The salade Niçoise gained popularity on the other side of the Atlantic with the publication of American celebrity chef and culinary icon Julia Child's cookbook, "Mastering the Art of French Cooking." First published in 1961, this culinary guide debunked the mystique of French cuisine with encouraging techniques anyone could perfect. Child's version of Niçoise salad, however, defies the principles of cuisine Nissarde, including some disgraced ingredients and leaving out other essentials. Child's recipe, described as a "Mediterranean Combination Salad" (via Internet Archive) calls for simply tuna, anchovies, tomatoes, potatoes, green beans, hard-boiled eggs, and lettuce. It is to be dressed with a vinaigrette, which goes against some of the more traditional recipes.

Child's cookbook also includes directions on the method of assembly. "Green vegetables will lose their fresh color if they sit in vinaigrette for more than half an hour," the book warns. Although Child does recommend tossing some lettuce in the vinaigrette, her directions are mostly consistent with instructions for a typical composted salad.

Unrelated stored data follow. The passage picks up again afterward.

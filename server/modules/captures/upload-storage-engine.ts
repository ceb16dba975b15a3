/**
 * A multer StorageEngine that streams an uploaded file into storage under a temporary key, computing
 * its sha256 and size on the way and keeping its first bytes for the quick format check — the file is
 * never held in memory. Multer's size limit truncates the stream; multer then calls `_removeFile`, so
 * the partial file goes. Keys are made here (`tmp/uploads/<random>`), never from the client's file name.
 */
import { createHash, randomBytes } from 'node:crypto';
import type { Readable } from 'node:stream';
import type { Request } from 'express';
import type { StorageEngine } from 'multer';
import type { Storage } from '../../storage/storage';

/** Bytes kept from the start of the file for the quick check (headers, first rows). */
export const HEAD_BYTES = 256 * 1024;

export interface ReceivedFile {
  tempKey: string;
  sizeBytes: number;
  sha256: string;
  /** the first HEAD_BYTES bytes (fewer for a smaller file) */
  head: Uint8Array;
  originalName: string;
}

/** Streams `source` into storage under a new temporary key, hashing and counting as it goes. */
export async function receiveIntoStorage(
  storage: Storage,
  source: Readable | AsyncIterable<Uint8Array>,
  originalName: string,
  onKey?: (key: string) => void,
): Promise<ReceivedFile> {
  const tempKey = `tmp/uploads/${randomBytes(16).toString('hex')}`;
  onKey?.(tempKey);
  const hash = createHash('sha256');
  const head = new Uint8Array(HEAD_BYTES);
  let headLength = 0;
  let sizeBytes = 0;
  async function* tap(): AsyncGenerator<Uint8Array> {
    for await (const chunk of source as AsyncIterable<Uint8Array>) {
      hash.update(chunk);
      sizeBytes += chunk.length;
      if (headLength < HEAD_BYTES) {
        const take = Math.min(HEAD_BYTES - headLength, chunk.length);
        head.set(chunk.subarray(0, take), headLength);
        headLength += take;
      }
      yield chunk;
    }
  }
  await storage.put(tempKey, tap());
  return { tempKey, sizeBytes, sha256: hash.digest('hex'), head: head.slice(0, headLength), originalName };
}

type MulterFile = Parameters<StorageEngine['_handleFile']>[1];

export function uploadStorageEngine(storage: Storage): StorageEngine {
  return {
    _handleFile(_req: Request, file: MulterFile, callback) {
      // `path` is what multer's abort cleanup looks for on files still being written.
      receiveIntoStorage(storage, file.stream, file.originalname, (key) => {
        file.path = key;
      }).then(
        (received) => callback(null, { path: received.tempKey, size: received.sizeBytes, received } as Partial<Express.Multer.File>),
        (e: unknown) => callback(e as Error),
      );
    },
    _removeFile(_req: Request, file: MulterFile & { path?: string }, callback) {
      if (!file.path) return callback(null);
      storage.delete(file.path).then(
        () => callback(null),
        (e: unknown) => callback(e as Error),
      );
    },
  };
}

/** The ReceivedFile multer stored with the request's file, if any. */
export function receivedFileOf(req: Request): ReceivedFile | undefined {
  return (req.file as (Express.Multer.File & { received?: ReceivedFile }) | undefined)?.received;
}
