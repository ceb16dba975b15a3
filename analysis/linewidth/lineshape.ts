/**
 * Optical lineshape and its FWHM from the whole measured S_ν (Elliott, Roy, Smith 1982).
 *
 * Usage:
 *   import { lineshape } from '../analysis/linewidth/lineshape';
 *   const r = lineshape(spectrum, { observationTimeS: 1e-2, tailLevelHz2PerHz: floor.valueHz2PerHz });
 *   r.fwhmHz (null when carrier-dominated); r.offsetHz / r.power (sampled line, power 1 at 0); r.warnings
 *
 * Method: D. S. Elliott, R. Roy, S. J. Smith, "Extracavity laser band-shape and bandwidth modification",
 * Phys. Rev. A 26, 12–18 (1982), for Gaussian phase noise and one-sided S_ν [Hz²/Hz]:
 *   Γ(τ)   = exp(−2 ∫_{1/T0}^∞ S_ν(f) sin²(πfτ)/f² df)        (field autocorrelation, Γ(0) = 1)
 *   S_E(ν) = 2 ∫₀^∞ Γ(τ) cos(2πντ) dτ                           (line centred at 0)
 * with the sharp cut at 1/T0 modelling a finite observation time T0 (as in Di Domenico, Schilt,
 * Thomann, Appl. Opt. 49(25), 4801 (2010)). Steps (Phaseloom METHODS 3.5):
 *  1. S_ν is read between grid points as the power law through them (segments wider than a ratio
 *     1.025 are subdivided) — or, with `interpolation: 'linear'` (estimated spectra, whose bins keep
 *     their ∫S df that way, so spectral lines keep their power; spectrum-grid.ts), as straight lines
 *     between the grid points — and on each piece as a straight line α + s·f, for which the f-integral is
 *     exact: ∫ sin²(af)/f² df = a·g(2af), ∫ sin²(af)/f df = Cin(2af)/2, with a = πτ,
 *     g(x) = Si(x) − (1 − cos x)/x (see sine-cosine-integrals.ts). No sampling of the oscillation.
 *  2. Above the top of the band a white tail of level h_t is added in closed form:
 *     ∫_{fmax}^∞ h_t sin²(af)/f² df = h_t·a·(π/2 − g(2a·fmax))      (METHODS 3.1 with f1 = fmax).
 *  3. Carrier floor: Γ(∞) = exp(−∫_{1/T0}^∞ S_ν/f² df). When Γ(∞) > 1e-3 the line is a coherent
 *     carrier plus a pedestal and has no meaningful FWHM: fwhmHz = null, carrierDominated = true.
 *     Otherwise Γ(∞) (the δ at ν = 0) is subtracted before the transform.
 *  4. τ grid chosen adaptively: τ½ where Γ = ½ by bracketing + Brent; step τ½/12; extended until
 *     Γ − Γ(∞) < 1e-10 (at most 4000 steps). S_E by Simpson's rule on that grid.
 *  5. FWHM = 2ν½ where S_E(ν½) = S_E(0)/2: first downward crossing by stepping ν, then Brent.
 * Low end (spectrum-grid.ts): when the first point f1 lies within 2.1/T0 (a log-frequency cascade's
 * lowest point lies between 1/T0 and ≈ 2/T0 for T0 = the record length) S_ν is taken flat at that
 * point's level from f1 down to 1/T0 (exact for white noise, slightly low for flicker) and `notes` says
 * so; further above 1/T0 the integral starts at f1 with a warning (the FWHM is then a lower bound).
 * Cost: (grid points) × (τ points) evaluations of Si/Ci — tens of ms for a 2000-point log spectrum;
 * grids with more than 8000 points in the band (long linear Welch spectra) are first averaged onto
 * 1000 log bins per decade (with a warning). Pass the log-frequency spectrum when there is one.
 * Defaults: maxHz = top grid frequency; interpolation 'power-law'; tail level = mean S_ν of the last 5 points used;
 * 129 display points from 0 to 4 FWHM.
 * Worked check: white S_ν = 10⁴ Hz²/Hz (T0 → ∞) gives a Lorentzian with FWHM = π·10⁴ = 31415.93 Hz.
 */
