export class CsvReader implements StreamingReader {
  info: ReaderInfo | undefined;
  private carry = new Uint8Array(256);
  private carryLength = 0;
  private line = 0;
  private bytesIn = 0;
  // layout
  private delimiter: Delimiter | undefined;
  private decimalComma = false;
  private columnCount = 0;
  private names: string[] | undefined;
  private timeColumn: boolean | undefined;
  private dataRows = 0;
  // probe (rows held before the layout is final)
  private probing = true;
  private probeValues: number[][] = [];
  private probeDigits: number[] = [];
  private probeLines: number[] = [];
  // time checks
  private dt = 0;
  private prevTime = 0;
  private firstTime = 0;
  // per-row scratch
  /** allowed |step − dt| beyond 4 ulps of t: 1e-6·dt plus the printing resolution of two cells */
  private stepTolerance = 0;
  private readonly cell: DecimalResult = { status: DECIMAL_OK, value: 0, lastDigitExponent: 0, plainInteger: false };
  private rowValues = new Float64Array(4);
  private rowDigits = new Int32Array(4);
  // output of the current push
  private outA = new Float64Array(0);
  private outB = new Float64Array(0);
  private outLength = 0;
  private frames = 0;

  get samplesOut(): number {
    return this.frames;
  }

  push(chunk: Uint8Array): SampleBlock[] {
    let p = 0;
    this.bytesIn += chunk.length;
    let nl = chunk.indexOf(LF, p);
    if (nl < 0) {
      this.appendCarry(chunk, p, chunk.length);
      return this.flush();
    }
    if (this.carryLength > 0) {
      this.appendCarry(chunk, p, nl);
      this.processLine(this.carry, 0, this.carryLength);
      this.carryLength = 0;
      p = nl + 1;
      nl = chunk.indexOf(LF, p);
    }
    while (nl >= 0) {
      if (nl - p > CSV_MAX_LINE_BYTES) this.lineTooLong();
      this.processLine(chunk, p, nl);
      p = nl + 1;
      nl = chunk.indexOf(LF, p);
    }
    this.appendCarry(chunk, p, chunk.length);
    return this.flush();
  }

  end(): SampleBlock[] {
    if (this.carryLength > 0) {
      this.processLine(this.carry, 0, this.carryLength);
      this.carryLength = 0;
    }
    if (this.probing) this.finishProbe();
    const blocks = this.flush();
    if (this.frames === 0) {
      if (this.bytesIn === 0) throw new AnalysisInputError('the file is empty', 'byte offset 0');
      throw new AnalysisInputError('the file holds no data rows', `row ${this.line}`);
    }
    if (this.timeColumn && this.frames > 1 && this.info) {
      this.info.details.timeSpanS = this.prevTime - this.firstTime;
    }
    return blocks;
  }

  private appendCarry(src: Uint8Array, s: number, e: number): void {
    const n = e - s;
    if (n <= 0) return;
    const need = this.carryLength + n;
    if (need > CSV_MAX_LINE_BYTES) this.lineTooLong();
    if (need > this.carry.length) {
      const grown = new Uint8Array(Math.max(need, this.carry.length * 2));
      grown.set(this.carry.subarray(0, this.carryLength));
      this.carry = grown;
    }
    this.carry.set(src.subarray(s, e), this.carryLength);
    this.carryLength = need;
  }

  private lineTooLong(): never {
    throw new AnalysisInputError(
      `a line is longer than ${CSV_MAX_LINE_BYTES} bytes; is this really a text file?`,
      `row ${this.line + 1}`,
    );
  }

  private processLine(buf: Uint8Array, s: number, e: number): void {
    this.line++;
    // a UTF-8 byte-order mark before the first line
    if (this.line === 1 && e - s >= 3 && buf[s] === 0xef && buf[s + 1] === 0xbb && buf[s + 2] === 0xbf) s += 3;
    // trim spaces, tabs (when not the separator) and CR on both ends
    while (e > s && (buf[e - 1] === CR || buf[e - 1] === SPACE || (buf[e - 1] === TAB && this.delimiter !== TAB))) e--;
    while (s < e && (buf[s] === SPACE || buf[s] === CR)) s++;
    if (s === e || buf[s] === HASH) return;
    if (this.delimiter === undefined) {
      this.firstLine(buf, s, e);
      return;
    }
    if (this.dataRows === 0 && this.delimiter !== COMMA) {
      // decimal comma only where the comma is not the separator and the first data row uses it
      for (let i = s; i < e; i++) if (buf[i] === COMMA) this.decimalComma = true;
    }
    const n = this.parseRow(buf, s, e);
    if (n !== this.columnCount) {
      throw new AnalysisInputError(`the row has ${n} cells, the first row had ${this.columnCount}`, `row ${this.line}`);
    }
    this.dataRows++;
    if (this.probing) {
      const row: number[] = [];
      for (let c = 0; c < n; c++) row.push(this.rowValues[c]);
      this.probeValues.push(row);
      this.probeDigits.push(this.rowDigits[0]);
      this.probeLines.push(this.line);
      if (this.probeValues.length >= CSV_PROBE_ROWS) this.finishProbe();
      return;
    }
    this.acceptRow(this.rowValues, this.line);
  }

  /** The first non-comment line: choose the separator, then header or data. */
  private firstLine(buf: Uint8Array, s: number, e: number): void {
    let hasTab = false;
    let hasSemicolon = false;
    let hasComma = false;
    for (let i = s; i < e; i++) {
      const c = buf[i];
      if (c === TAB) hasTab = true;
      else if (c === SEMICOLON) hasSemicolon = true;
      else if (c === COMMA) hasComma = true;
    }
    this.delimiter = hasTab ? TAB : hasSemicolon ? SEMICOLON : hasComma ? COMMA : 0;
    const cells = this.splitText(buf, s, e);
    let header = false;
    for (const cell of cells) {
      const bytes = new TextEncoder().encode(cell);
      parseDecimal(bytes, 0, bytes.length, false, this.cell);
      if (this.cell.status !== DECIMAL_OK && this.cell.status !== DECIMAL_NON_FINITE && this.delimiter !== COMMA) {
        parseDecimal(bytes, 0, bytes.length, true, this.cell);
      }
      if (this.cell.status !== DECIMAL_OK && this.cell.status !== DECIMAL_NON_FINITE) header = true;
    }
    this.columnCount = cells.length;
    if (this.rowValues.length < cells.length) {
      this.rowValues = new Float64Array(cells.length);
      this.rowDigits = new Int32Array(cells.length);
    }
    if (header) {
      this.names = cells;
      if (cells.length > 1 && isTimeColumnName(cells[0])) this.timeColumn = true;
      else this.timeColumn = false;
    } else if (cells.length === 3) this.timeColumn = true;
    else if (cells.length === 1) this.timeColumn = false;
    const dataColumns = this.columnCount - (this.timeColumn ? 1 : 0);
    if (this.columnCount > 3 || dataColumns < 1 || (this.timeColumn !== undefined && dataColumns > 2)) {
      throw new AnalysisInputError(
        `the first row has ${this.columnCount} columns (${DELIMITER_NAMES[this.delimiter]}-separated); ` +
          'expected an optional time column, then one data column (phase, frequency or beat) or two (I, Q)',
        `row ${this.line}`,
      );
    }
    if (!header) {
      this.line--; // parse it again as a data row
      this.processLine(buf, s, e);
    }
  }

  /** Cells of a header (or first) line as strings, quotes removed. */
  private splitText(buf: Uint8Array, s: number, e: number): string[] {
    const text = new TextDecoder('utf-8').decode(buf.subarray(s, e));
    let parts: string[];
    if (this.delimiter === 0) parts = text.trim().split(/[ \t]+/);
    else parts = text.split(String.fromCharCode(this.delimiter!));
    parts = parts.map((c) => {
      const t = c.trim();
      return t.length >= 2 && t.startsWith('"') && t.endsWith('"') ? t.slice(1, -1).trim() : t;
    });
    if (parts.length > 1 && parts[parts.length - 1] === '' && this.delimiter !== 0) parts.pop(); // trailing separator
    return parts;
  }

  /** Parses the cells of a data row into rowValues/rowDigits; returns the cell count. */
  private parseRow(buf: Uint8Array, s: number, e: number): number {
    const d = this.delimiter!;
    let count = 0;
    let i = s;
    while (i <= e) {
      // find the cell [cs, ce)
      let cs = i;
      let ce: number;
      if (d === 0) {
        while (cs < e && (buf[cs] === SPACE || buf[cs] === TAB)) cs++;
        if (cs >= e) break;
        ce = cs;
        while (ce < e && buf[ce] !== SPACE && buf[ce] !== TAB) ce++;
        i = ce;
      } else {
        ce = cs;
        while (ce < e && buf[ce] !== d) ce++;
        i = ce + 1;
        if (ce === e && cs === e && count > 0) break; // a trailing separator
      }
      let a = cs;
      let b = ce;
      while (a < b && (buf[a] === SPACE || buf[a] === TAB)) a++;
      while (b > a && (buf[b - 1] === SPACE || buf[b - 1] === TAB || buf[b - 1] === CR)) b--;
      if (b - a >= 2 && buf[a] === QUOTE && buf[b - 1] === QUOTE) {
        a++;
        b--;
      }
      const column = count + 1;
      if (a === b) throw new AnalysisInputError('empty cell', `row ${this.line}, column ${column}`);
      if (count >= this.rowValues.length) {
        // more cells than the first row: count them for the error message only
        count++;
        continue;
      }
      parseDecimal(buf, a, b, this.decimalComma, this.cell);
      if (this.cell.status !== DECIMAL_OK) {
        const text = new TextDecoder('utf-8').decode(buf.subarray(a, Math.min(b, a + 40)));
        if (this.cell.status === DECIMAL_NON_FINITE) {
          throw new AnalysisInputError(`NaN or Inf value '${text}'`, `row ${this.line}, column ${column}`);
        }
        throw new AnalysisInputError(`non-numeric cell '${text}'`, `row ${this.line}, column ${column}`);
      }
      this.rowValues[count] = this.cell.value;
      this.rowDigits[count] = this.cell.plainInteger ? EXACT : this.cell.lastDigitExponent;
      count++;
      if (d !== 0 && ce === e) break;
    }
    return count;
  }

  /** Ends the probe: decides the time column, the sample rate, and releases the held rows. */
  private finishProbe(): void {
    this.probing = false;
    if (this.delimiter === undefined) return; // no data at all
    const rows = this.probeValues;
    const k = rows.length;
    if (this.timeColumn === undefined) {
      // two columns, no header: time + value when the first column is evenly spaced, else I, Q
      this.timeColumn = k >= 3 && this.evenlySpaced(rows, false);
    }
    if (this.timeColumn && k >= 2) this.evenlySpaced(rows, true);
    const dataColumns = this.columnCount - (this.timeColumn ? 1 : 0);
    const first = this.timeColumn ? 1 : 0;
    const details: Record<string, string | number | boolean> = {
      delimiter: DELIMITER_NAMES[this.delimiter],
      decimalComma: this.decimalComma,
      header: this.names !== undefined,
      timeColumn: this.timeColumn,
      columns: this.names ? this.names.join(' | ') : `${this.columnCount} unnamed`,
    };
    if (this.names && dataColumns === 1) {
      const hint = kindFromColumnName(this.names[first]);
      if (hint) details.kindHint = hint;
    }
    if (dataColumns === 2) details.kindHint = 'iq';
    this.info = {
      format: 'csv',
      channelCount: dataColumns as 1 | 2,
      // 12 significant digits: far finer than the 1e-6 spacing rule, and 1/dt prints as 100000, not 99999.99999999999
      sampleRateHz: this.timeColumn && k >= 2 ? Number((1 / this.dt).toPrecision(12)) : undefined,
      details,
    };
    const values = this.rowValues;
    for (let r = 0; r < k; r++) {
      const row = rows[r];
      for (let c = 0; c < row.length; c++) values[c] = row[c];
      this.acceptRow(values, this.probeLines[r], r === 0);
    }
    this.probeValues = [];
    this.probeDigits = [];
    this.probeLines = [];
  }

  /**
   * Are the probe's first-column steps all positive and equal within tolerance? Sets dt and the
   * step tolerance; throws (naming the row) when `strict`.
   */
  private evenlySpaced(rows: number[][], strict: boolean): boolean {
    const k = rows.length;
    const dt = (rows[k - 1][0] - rows[0][0]) / (k - 1);
    let finest = Infinity;
    for (let r = 0; r < k; r++) if (this.probeDigits[r] !== EXACT) finest = Math.min(finest, this.probeDigits[r]);
    // 1e-6 relative, plus half a unit of the finest printed digit for each of the two cells
    const tolerance = CSV_TIME_JITTER * dt + (finest === Infinity ? 0 : 2 * halfUnit(finest));
    for (let r = 1; r < k; r++) {
      const t = rows[r][0];
      const step = t - rows[r - 1][0];
      if (!(step > 0) || Math.abs(step - dt) > tolerance + 4 * Number.EPSILON * Math.abs(t)) {
        if (strict) this.unevenStep(step, dt, this.probeLines[r]);
        return false;
      }
    }
    this.dt = dt;
    this.stepTolerance = tolerance;
    return true;
  }

  private unevenStep(step: number, dt: number, line: number): never {
    if (!(step > 0)) throw new AnalysisInputError(`the time column does not increase (step ${step} s)`, `row ${line}`);
    throw new AnalysisInputError(
      `the time column is not evenly spaced: the step to this row is ${step} s, expected ${dt} s ` +
        `(more than ${CSV_TIME_JITTER} relative jitter)`,
      `row ${line}`,
    );
  }

  private acceptRow(values: Float64Array, line: number, first = this.frames === 0): void {
    let c = 0;
    if (this.timeColumn) {
      const t = values[0];
      if (first) this.firstTime = t;
      else if (this.dt > 0) {
        const step = t - this.prevTime;
        if (!(Math.abs(step - this.dt) <= this.stepTolerance + 4 * Number.EPSILON * Math.abs(t))) {
          this.unevenStep(step, this.dt, line);
        }
      }
      this.prevTime = t;
      c = 1;
    }
    if (this.outLength === this.outA.length) {
      const size = Math.max(8192, this.outA.length * 2);
      const a = new Float64Array(size);
      a.set(this.outA);
      this.outA = a;
      if (this.columnCount - c === 2) {
        const b = new Float64Array(size);
        b.set(this.outB);
        this.outB = b;
      }
    }
    this.outA[this.outLength] = values[c];
    if (this.columnCount - c === 2) this.outB[this.outLength] = values[c + 1];
    this.outLength++;
    this.frames++;
  }

  private flush(): SampleBlock[] {
    if (this.outLength === 0) return [];
    const n = this.outLength;
    const two = this.info!.channelCount === 2;
    const channels = two ? [this.outA.slice(0, n), this.outB.slice(0, n)] : [this.outA.slice(0, n)];
    this.outLength = 0;
    return [{ channels }];
  }
}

Some American substitutes for the Niçoise salad have overturned most of the defining ingredients, with variations replacing boiled potatoes (a controversial ingredient already) with mashed potatoes, opting for chicken instead of tuna, using mayonnaise in lieu of vinaigrette, or avoiding anchovies altogether. These alterations reflect a difference between American and Nissard palates, further emphasizing that the salade Niçoise is truly and unabashedly French in its purest form.